As the book progresses, Chambers builds a top-of-the-line computer using the outlined steps, giving exact parts and the rationale behind why he chose them. A companion DVD to the book shows the actual assembly process for those who are more visual-oriented.
I was pleasantly surprised at the rather unbiased comparison of Linux, Vista and XP in the operating system chapter - rather than becoming a fanboy of either side, Chambers lists the strengths of all the systems and makes recommendations based on what you have in mind for your PC.
A handy section at the end of the guide is a collection of "Top Ten" lists, such as biggest assembly pitfalls and tips to maintain your hard drive.
This book is a fun read, conveys great information, is easy to digest and is generously illustrated. I give it my highest recommendation, and am using it to build a PC that will save me about 35% off retail and will last longer.
First off, I like the great amount of information that is contained within this book. This book explains how to install the components one would have in a typical computer, (such as a motherboard, cpu, graphics card, etc.) how to get your O.S. up and running, and install peripherals like a printer. In addition, there is info on how to install a modem and access the internet, which I think is a plus. And thanks to the diagrams used for installation, I felt like the author was right beside me and showing me about whatever I needed.
However, I do have a couple of problems. To start off, I feel like the information has aged quite noticeably. When he said Windows Vista was "top dog", my first thought was, "What about Windows 8.1, dude?" (Then again, this book was published in 2009. I should have expected this.) Next, I can't fully use the info to build a computer because I'm having a little trouble picking out the components for my PC. Lastly, I also haven't used the DVD that came with my copy. I do think it is nice that the publisher put that in there though.
In conclusion, if you want to build a computer and need some knowledge on almost everything you need to know, this is the book for you. And if they make a more current revision, you'll want to look into that. I would appreciate that.
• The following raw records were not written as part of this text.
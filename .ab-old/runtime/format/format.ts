// The .sluice byte layout, defined once: the loader and the compiler's writer both import
// these constants. The byte table is in FORMAT.md beside this file.

/** "\x89SLUICE\n": a high byte catches 7-bit transfers, the newline catches line-ending rewrites. */
export const MAGIC = new Uint8Array([0x89, 0x53, 0x4c, 0x55, 0x49, 0x43, 0x45, 0x0a]);
/**
 * Format version this runtime writes. Bump on any change of meaning. Version 2 added the
 * header's `rowSpace` (rows may hold each feature's contribution to every logit, with the
 * output layer multiplied in at compile time; version 1 files always hold hidden-space rows)
 * and stores int8 files' per-row scales as one-byte codes and TF-IDF weights as u16 steps.
 * Version 3 added the featurizer setting `unspacedScripts` (letters of scripts written without
 * spaces become one token each); older files lack it and featurize exactly as they always did.
 */
export const FORMAT_VERSION = 3;
/** Versions the loader accepts. */
export const SUPPORTED_VERSIONS: readonly number[] = [1, 2, 3];

// Fixed prelude: magic(8) | u16 version | u16 flags | u32 header length | header bytes.
export const PRELUDE_BYTES = 16;
export const VERSION_OFFSET = 8;
export const FLAGS_OFFSET = 10;
export const HEADER_LENGTH_OFFSET = 12;
/** A header longer than this is refused before it is parsed. */
export const MAX_HEADER_BYTES = 1 << 20;

// Section directory, 8-aligned after the header: u32 count | u32 reserved | entries.
// Each entry: u32 id | u32 element type | u32 absolute offset | u32 byte length.
export const DIRECTORY_ENTRY_BYTES = 16;
export const MAX_SECTIONS = 64;
/** Every section starts on a multiple of this, so typed-array views need no copy. */
export const SECTION_ALIGNMENT = 8;
/** u32 CRC-32 of every byte before it. */
export const CHECKSUM_BYTES = 4;

/** Section ids. */
export const SECTION = {
  /** Bucket directory of the kept-slot index: first row of each bucket (u16 or u32), plus one end entry. */
  slotBuckets: 1,
  /** Low bits of each kept slot, in row order (u8 or u16). */
  slotKeys: 2,
  /** Per-row dequantization scale of int8 rows: f32 in version 1, a u8 code (rowScaleOfCode) in version 2. */
  rowScales: 3,
  /** Feature rows (i8 or f32): rowCount × dims, or rowCount × outputCount when rowSpace is "logits". */
  rows: 4,
  /** Per-row feature weight (inverse document frequency), TF-IDF only: f32, or u16 multiples of quantization.weightStep in version 2 int8 files. */
  rowWeights: 5,
  /** Per-output-row dequantization scale (f32); absent for float32 output weights and for "logits" rows. */
  outputScales: 6,
  /** Output weights, outputCount × dims (i8 or f32); absent for "logits" rows (multiplied into them). */
  outputWeights: 7,
  /** Output bias, one per output row (f32). */
  outputBias: 8,
  /** Label tree of the tree head (i32, see FORMAT.md). */
  tree: 9,
} as const;

export type SectionName = keyof typeof SECTION;

/** Element types of sections. */
export const ELEMENT = { u8: 1, i8: 2, u16: 3, u32: 4, f32: 5, i32: 6 } as const;
export type ElementName = keyof typeof ELEMENT;
export const ELEMENT_BYTES: Record<number, number> = { 1: 1, 2: 1, 3: 2, 4: 4, 5: 4, 6: 4 };

/** Rounds up to the next multiple of SECTION_ALIGNMENT. */
export function alignUp(offset: number): number {
  return (offset + SECTION_ALIGNMENT - 1) & ~(SECTION_ALIGNMENT - 1);
}

/** The section name of an id, or undefined. */
export function sectionNameOf(id: number): SectionName | undefined {
  for (const name of Object.keys(SECTION) as SectionName[]) if (SECTION[name] === id) return name;
  return undefined;
}

/**
 * Per-row scales of version 2 int8 files are one byte: code 0 is a zero scale, code c ≥ 1 is
 * 2^((c − 192) / 8), from 2^−23.9 to 2^7.9 in steps of 2^(1/8) (9%). A row is quantized
 * against the smallest code whose scale covers max|row| / 127, so its largest value still
 * uses at least 117 of the 127 steps: under 0.1 bit lost against a float32 scale, 3 bytes saved.
 */
export const ROW_SCALE_CODE_BIAS = 192;
export const ROW_SCALE_CODE_STEPS = 8;

/** The scale of a one-byte row scale code, as a float32 value. */
export function rowScaleOfCode(code: number): number {
  return code === 0 ? 0 : Math.fround(2 ** ((code - ROW_SCALE_CODE_BIAS) / ROW_SCALE_CODE_STEPS));
}
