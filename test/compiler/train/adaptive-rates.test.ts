// Adaptive learning rates in compiler/train/steps.ts against the published update rule:
// Adagrad (Duchi, Hazan & Singer, "Adaptive Subgradient Methods for Online Learning and
// Stochastic Optimization", JMLR 12, 2011) moves a parameter by −η·g_t / √(Σ_{s≤t} g_s²). The
// row-wise form used here keeps one sum per row (of the mean squared gradient over the row's
// coordinates), so a row's first step is −η·g / √(mean(g²)): the gradient's direction, with a
// root-mean-square step of η whatever the gradient's scale. Its gradient comes from the plain
// step with learning rate 1, which subtracts exactly the gradient (gradients.test.ts checks
// that against the analytic gradient and finite differences).

import { describe, expect, it } from "vitest";
import { createDraft, type Draft } from "../../../compiler/train/draft.ts";
import { createRandom } from "../../../compiler/train/random.ts";
import { createStepScratch, softmaxStep } from "../../../compiler/train/steps.ts";

const DIMS = 4;
const LABELS = ["a", "b", "c"];
// Rows 1, 3 and 4 once each (a repeated row would add to its sum twice within one step).
const FEATURES = Uint32Array.from([1, 3, 4]);
const GOLD = 1;
const RATE = 0.05;

function makeDraft(adaptive: boolean): Draft {
  const random = createRandom(99);
  const draft = createDraft({ head: "softmax", labels: LABELS, dims: DIMS, slots: Uint32Array.from([0, 1, 2, 3, 4]), documentFrequency: new Uint32Array(5).fill(1), rowWeights: null, tree: null, random, adaptive });
  for (let i = 0; i < draft.outputs.length; i++) draft.outputs[i] = random.next() * 2 - 1;
  for (let i = 0; i < draft.bias.length; i++) draft.bias[i] = random.next() * 2 - 1;
  return draft;
}

const step = (draft: Draft, rate: number) => softmaxStep(draft, FEATURES, 0, FEATURES.length, GOLD, rate, createStepScratch(DIMS, LABELS.length));

/** The gradient of one example: what a plain step with learning rate 1 subtracts. */
function gradient(): { rows: Float64Array; outputs: Float64Array; bias: Float64Array } {
  const before = makeDraft(false);
  const after = makeDraft(false);
  step(after, 1);
  const minus = (a: Float32Array, b: Float32Array) => Float64Array.from(a, (value, i) => value - b[i]);
  return { rows: minus(before.rows, after.rows), outputs: minus(before.outputs, after.outputs), bias: minus(before.bias, after.bias) };
}

describe("row-wise adaptive learning rates", () => {
  it("move each touched row along its gradient by a root-mean-square step of η on the first step", () => {
    const g = gradient();
    const draft = makeDraft(true);
    const before = Float64Array.from(draft.rows);
    step(draft, RATE);
    for (let row = 0; row < 5; row++) {
      const rowGradient = g.rows.subarray(row * DIMS, (row + 1) * DIMS);
      const meanSquare = rowGradient.reduce((sum, x) => sum + x * x, 0) / DIMS;
      for (let j = 0; j < DIMS; j++) {
        const moved = before[row * DIMS + j] - draft.rows[row * DIMS + j];
        const expected = meanSquare === 0 ? 0 : (RATE * rowGradient[j]) / Math.sqrt(meanSquare + 1e-8);
        // Float32 storage: half an ulp of values below 1 (2^-24), plus the relative slack of ε.
        expect(Math.abs(moved - expected)).toBeLessThan(1e-7 + 1e-4 * Math.abs(expected));
      }
      // Rows outside the example keep a zero sum; touched rows hold their mean squared gradient
      // (stored as Float32: within 2^-24 relative).
      expect(Math.abs((draft.adaptive?.rows[row] as number) - meanSquare)).toBeLessThanOrEqual(1e-7 * meanSquare);
    }
  });

  it("give each bias a first step of exactly η against its gradient's sign", () => {
    const g = gradient();
    const draft = makeDraft(true);
    const before = Float64Array.from(draft.bias);
    step(draft, RATE);
    for (let k = 0; k < LABELS.length; k++) expect(before[k] - draft.bias[k]).toBeCloseTo(RATE * Math.sign(g.bias[k]), 6);
  });

  it("shrink later steps as squared gradients add up (second step divided by √(g₁² + g₂²))", () => {
    const draft = makeDraft(true);
    step(draft, RATE);
    const sumAfterOne = draft.adaptive?.bias[GOLD] as number;
    const before = draft.bias[GOLD];
    // The second step's own gradient, from a plain rate-1 step on a copy of the draft as it is now.
    const copy: Draft = { ...draft, rows: draft.rows.slice(), outputs: draft.outputs.slice(), bias: draft.bias.slice(), adaptive: null };
    step(copy, 1);
    const g2 = before - copy.bias[GOLD];
    step(draft, RATE);
    expect(before - draft.bias[GOLD]).toBeCloseTo((RATE * g2) / Math.sqrt(sumAfterOne + g2 * g2 + 1e-8), 6);
  });

  it("leave plain SGD unchanged when off (no accumulators)", () => {
    expect(makeDraft(false).adaptive).toBeNull();
  });
});
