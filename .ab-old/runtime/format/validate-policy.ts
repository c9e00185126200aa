// The policy of a model header, checked field by field. A policy decides what gets through,
// so nothing in it is taken on trust: an unknown action, a threshold outside [0, 1] (or NaN,
// which fails every comparison and so would never block) or a rule about a label the model
// does not have would silently change what is blocked.

import type { Policy, PolicyRule } from "../model/policy.ts";
import { isUnitInterval, MAX_POLICY_RULES } from "./header-limits.ts";

/** Actions a rule may take ("allow" is what happens when no rule fires). */
const RULE_ACTIONS: ReadonlySet<string> = new Set(["review", "block", "route"]);

/**
 * Checks a decoded policy against the model's labels; calls `fail(field, expected)` (which
 * throws) at the first bad field, else returns a clean copy holding only known keys.
 * @example validatePolicy({ rules: [{ label: "spam", action: "block", threshold: 0.98 }] }, ["ok", "spam"], fail)
 */
export function validatePolicy(value: unknown, labels: readonly string[], fail: (field: string, expected: string) => never): Policy | null {
  if (value === null || value === undefined) return null;
  if (!isPlainMap(value)) return fail("policy", "a map or nil");
  const policy = value as Record<string, unknown>;
  const rules = policy.rules;
  if (!Array.isArray(rules) || rules.length > MAX_POLICY_RULES) return fail("policy.rules", `an array of at most ${MAX_POLICY_RULES} rules`);
  const checked: PolicyRule[] = rules.map((rule, i) => validateRule(rule, `policy.rules[${i}]`, labels, fail));
  const result: Policy = { rules: checked };
  // The review floor is stored under its first name (stored-policy.ts, FORMAT.md).
  if (policy.uncertainBelow !== undefined && policy.uncertainBelow !== null) {
    if (!isUnitInterval(policy.uncertainBelow)) return fail("policy.uncertainBelow", "a number in [0, 1]");
    result.reviewBelow = policy.uncertainBelow;
  }
  return result;
}

function validateRule(value: unknown, at: string, labels: readonly string[], fail: (field: string, expected: string) => never): PolicyRule {
  if (!isPlainMap(value)) return fail(at, "a map with label, action and threshold");
  const rule = value as Record<string, unknown>;
  if (typeof rule.label !== "string" || !labels.includes(rule.label)) return fail(`${at}.label`, "one of the model's labels");
  if (typeof rule.action !== "string" || !RULE_ACTIONS.has(rule.action)) return fail(`${at}.action`, '"review", "block" or "route"');
  if (!isUnitInterval(rule.threshold)) return fail(`${at}.threshold`, "a number in [0, 1]");
  const checked: PolicyRule = { label: rule.label, action: rule.action as PolicyRule["action"], threshold: rule.threshold };
  if (rule.reviewFrom !== undefined && rule.reviewFrom !== null) {
    if (!isUnitInterval(rule.reviewFrom) || rule.reviewFrom > rule.threshold) return fail(`${at}.reviewFrom`, "a number in [0, threshold]");
    checked.reviewFrom = rule.reviewFrom;
  }
  if (rule.routeTo !== undefined && rule.routeTo !== null) {
    if (typeof rule.routeTo !== "string" || rule.routeTo.length === 0) return fail(`${at}.routeTo`, "a non-empty string");
    checked.routeTo = rule.routeTo;
  }
  if (rule.action === "route" && checked.routeTo === undefined) return fail(`${at}.routeTo`, 'a destination for a "route" rule');
  if (rule.target !== undefined && rule.target !== null) {
    if (!isPlainMap(rule.target) || !Object.values(rule.target as object).every((v) => typeof v === "number" && Number.isFinite(v))) {
      return fail(`${at}.target`, "a map of finite numbers");
    }
    checked.target = { ...(rule.target as Record<string, number>) };
  }
  return checked;
}

/** A MessagePack map decoded as an object (not an array, bytes or a Date). */
export function isPlainMap(value: unknown): boolean {
  if (typeof value !== "object" || value === null || Array.isArray(value)) return false;
  const prototype = Object.getPrototypeOf(value);
  return prototype === Object.prototype || prototype === null;
}
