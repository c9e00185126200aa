// The policy as a model file stores it. The review floor is `reviewBelow` everywhere in code,
// the CLI and HTTP; files store it under its first name, `uncertainBelow` (FORMAT.md), so
// every file ever written keeps its floor and runtimes that know only that key still apply it.

import type { Policy } from "../model/policy.ts";

/** The header's policy map as read from a file → the policy the runtime applies. */
export function policyFromStored(stored: Record<string, unknown> | null): Policy | null {
  if (stored === null) return null;
  const { uncertainBelow, ...rest } = stored;
  const policy = rest as unknown as Policy;
  return uncertainBelow === undefined ? policy : { ...policy, reviewBelow: uncertainBelow as number };
}

/** The policy → the map a file stores. */
export function policyToStored(policy: Policy | null): Record<string, unknown> | null {
  if (policy === null) return null;
  const { reviewBelow, ...rest } = policy;
  return reviewBelow === undefined ? rest : { ...rest, uncertainBelow: reviewBelow };
}
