// Group-aware splits (compiler/train/group-split.ts): rows of one origin and near-identical
// texts never straddle a validation split or a fold. Data shaped like passages of documents
// (common practice, no source: grouped cross-validation keeps a document's pieces together).

import { describe, expect, it } from "vitest";
import { findClusters, groupedFolds, groupedSplit, nearDuplicateKey, sharedAcrossSplit } from "../../../compiler/train/group-split.ts";
import { createRandom } from "../../../compiler/train/random.ts";
import { stratifiedSplit } from "../../../compiler/train/split.ts";

/** 60 documents of 2 to 9 passages each, over 3 labels; every passage text is distinct. */
function passages(): { text: string; group: string; label: number }[] {
  const random = createRandom(11);
  const rows: { text: string; group: string; label: number }[] = [];
  for (let doc = 0; doc < 60; doc++) {
    const pieces = 2 + Math.floor(random.next() * 8);
    for (let p = 0; p < pieces; p++) rows.push({ text: `document ${"abcdefghij"[doc % 10]}${"klmnopqrst"[Math.floor(doc / 10)]} passage ${"uvwxyzabcd"[p]} words`, group: `doc-${doc}`, label: doc % 3 });
  }
  return rows;
}

describe("groupedSplit", () => {
  it("keeps every group on one side of the split", () => {
    const rows = passages();
    const split = groupedSplit(rows.map((r) => r.label), findClusters(rows), 0.2, 1);
    const trainGroups = new Set(Array.from(split.train, (i) => rows[i].group));
    const validationGroups = new Set(Array.from(split.validation, (i) => rows[i].group));
    expect(validationGroups.size).toBeGreaterThan(0);
    for (const group of validationGroups) expect(trainGroups.has(group)).toBe(false);
    expect(split.train.length + split.validation.length).toBe(rows.length);
  });

  it("holds out about the asked share of rows, with every label validated", () => {
    const rows = passages();
    const split = groupedSplit(rows.map((r) => r.label), findClusters(rows), 0.2, 1);
    expect(split.validation.length / rows.length).toBeGreaterThan(0.12);
    expect(split.validation.length / rows.length).toBeLessThan(0.28);
    expect(new Set(Array.from(split.validation, (i) => rows[i].label)).size).toBe(3);
  });

  it("never lets near-identical texts straddle the split, even without a group field", () => {
    const rows: { text: string; label: number }[] = [];
    for (let i = 0; i < 200; i++) {
      const base = `order ${"abcdefghijklmnopqrst"[i % 20]} ${"uvwxyz"[i % 6]} is late`;
      // Each text comes twice: once as is, once with other digits, case and punctuation.
      rows.push({ text: `${base} #${i}`, label: i % 2 }, { text: `${base.toUpperCase()}!! (${i * 7})`, label: i % 2 });
    }
    const clusters = findClusters(rows);
    const split = groupedSplit(rows.map((r) => r.label), clusters, 0.25, 3);
    const side = new Map<string, string>();
    for (const i of split.train) side.set(nearDuplicateKey(rows[i].text), "train");
    for (const i of split.validation) expect(side.get(nearDuplicateKey(rows[i].text))).toBeUndefined();
    expect(split.validation.length).toBeGreaterThan(0);
  });

  it("splits exactly as the plain stratified split when no rows are related", () => {
    const rows = Array.from({ length: 300 }, (_, i) => ({ text: `text ${"abcdefghijklmnopqrstuvwxyz"[i % 26]}${"abcdefghijklmnopqrstuvwxyz"[Math.floor(i / 26)]}`, label: i % 4 }));
    const clusters = findClusters(rows);
    expect(clusters.clusteredRows).toBe(0);
    const grouped = groupedSplit(rows.map((r) => r.label), clusters, 0.1, 5);
    const plain = stratifiedSplit(rows.map((r) => r.label), 0.1, 5);
    expect(Array.from(grouped.validation)).toEqual(Array.from(plain.validation));
  });
});

describe("groupedFolds", () => {
  it("puts each group in exactly one fold and uses every fold", () => {
    const rows = passages();
    const folds = groupedFolds(rows.map((r) => r.label), findClusters(rows), 3, 2);
    const foldOfGroup = new Map<string, number>();
    for (let i = 0; i < rows.length; i++) {
      const seen = foldOfGroup.get(rows[i].group);
      if (seen !== undefined) expect(folds[i]).toBe(seen);
      foldOfGroup.set(rows[i].group, folds[i]);
    }
    expect(new Set(folds).size).toBe(3);
  });
});

describe("nearDuplicateKey", () => {
  it("ignores case, digits, punctuation and spacing but not the words", () => {
    expect(nearDuplicateKey("Order #123 is late!")).toBe(nearDuplicateKey("order  456 IS late"));
    expect(nearDuplicateKey("Order is late")).not.toBe(nearDuplicateKey("Order is early"));
    expect(nearDuplicateKey("12345")).toBe("");
  });
});

describe("sharedAcrossSplit", () => {
  it("counts validation rows that share a group or a near-identical text with training", () => {
    const train = [{ text: "alpha beta", group: "g1" }, { text: "gamma delta", group: "g2" }];
    const validation = [{ text: "ALPHA beta 9", group: "g9" }, { text: "new words here", group: "g2" }, { text: "unrelated", group: "g3" }];
    expect(sharedAcrossSplit(train, validation)).toEqual({ rows: 2, sharedGroups: 1, nearDuplicates: 1 });
  });
});
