// Divergence (compiler/train/divergence.ts): a learning rate far too large for the data makes
// the training loss grow or overflow; the build must say so in words the user can act on,
// retry at a lower rate when the rate was its own choice, and never write a model.

import { beforeAll, describe, expect, it } from "vitest";
import { build } from "../../../compiler/build/build.ts";
import { defaultBuildSettings, type BuildSettings } from "../../../compiler/build/build-settings.ts";
import { checkEpochLoss, checkWeights, TrainingDivergedError } from "../../../compiler/train/divergence.ts";
import { readExamples, type Example } from "../../../compiler/read/index.ts";

const CONTACT_FORM = new URL("../../../demo-data/contact-form.jsonl", import.meta.url).pathname;
let examples: Example[] = [];

beforeAll(async () => {
  for await (const example of readExamples(CONTACT_FORM, { textFields: ["message"] })) examples.push(example);
  examples = examples.slice(0, 800);
});

/**
 * Plain SGD (adaptive rates bound every step, so they did not blow up even at 10), mean
 * weighting with character n-grams and a rate of 10: measured to blow up at epoch 2 on these rows
 * (with normalization 1, no evasion folding: the features it was measured with).
 */
const absurd = (): BuildSettings => ({ ...defaultBuildSettings(), learningRate: 10, adaptiveRates: false, weighting: "mean", charSpan: [1, 4], searchTime: 0, hashBits: 16, foldEvasion: false });

describe("checkEpochLoss", () => {
  it("accepts a falling loss and refuses a growing or non-finite one", () => {
    expect(() => checkEpochLoss(2, 0.5, 0.7, 0.5)).not.toThrow();
    expect(() => checkEpochLoss(3, 0.9, 0.4, 1)).toThrowError(/training diverged at epoch 3: the mean loss grew from 0.4000 to 0.9000; lower --learning-rate \(now 1\)/);
    // A fitted model's loss near zero wobbles by large fractions of itself: not divergence.
    expect(() => checkEpochLoss(5, 0.0034, 0.0025, 0.5)).not.toThrow();
    expect(() => checkEpochLoss(1, NaN, NaN, 2)).toThrowError(TrainingDivergedError);
    expect(() => checkEpochLoss(1, Infinity, NaN, 2)).toThrowError(/the mean loss became Infinity/);
  });

  it("refuses weights that are not finite or beyond what a sane model holds", () => {
    expect(() => checkWeights([new Float32Array([0.1, -3])], 4, 0.5)).not.toThrow();
    expect(() => checkWeights([new Float32Array([0.1, NaN])], 4, 0.5)).toThrowError(/a weight became NaN/);
    expect(() => checkWeights([new Float32Array([5e4])], 4, 0.5)).toThrowError(/a weight reached 5\.000e\+4/);
  });
});

describe("a build whose training diverges", () => {
  it("stops with the epoch and the rate to lower when the user chose the rate", async () => {
    await expect(build({ examples, settings: absurd(), explicit: ["learningRate", "adaptiveRates", "weighting", "charSpan"], buildTime: "2024-01-01T00:00:00.000Z" })).rejects.toThrowError(
      /^training diverged at epoch \d+: .+; lower --learning-rate \(now 10\)$/,
    );
  });

  it("recovers at a lower rate, and says so, when the rate was the build's own choice", async () => {
    const { report } = await build({ examples, settings: absurd(), explicit: ["adaptiveRates", "weighting", "charSpan"], buildTime: "2024-01-01T00:00:00.000Z" });
    expect(report.warnings.some((w) => /training diverged at epoch \d+.* at learning rate 10; retrained at 5/.test(w))).toBe(true);
    expect(report.validation.accuracy).toBeGreaterThan(0.8);
  });
});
P.S. I forgot to mention that the author skimped on the power supply and liquid cooling. It's not that major. Just remember to get a psu with the appropriate wattage and you'll be fine.
Mark does a wonderful job explaining the basics of what you need to know, what's important and what's not important. I read the book in one day and felt completely comfortable specifying my a PC to meet my needs. I've already decided what I want in my new PC. I went back and figured out what I would have to add to the HP and Dell configurations to match my own design. Doing it myself looks like I'll save 20% to 25% ($1,400 vs $1,750-$1,900). Not bad for a day of reading and day of assembly. An added bonus will be the lack of bloat-ware (a/k/a/ useless software) usually installed by HP and Dell.
Not surprising, Amazon sells 90% of the components I want so I'll be making good use my Amazon Prime shipping plan. My UPS guy already thinks I own stock in Amazon, so what's a few more boxes!
I suggest Building the Perfect PC instead. It does have a bit more advanced language, but the authors do a decent job of explaining all the new terms and components. He builds six different types of computers instead of just three and it is quite a bit more recent. The authors have decades of computer experience and are extremely knowledgeable.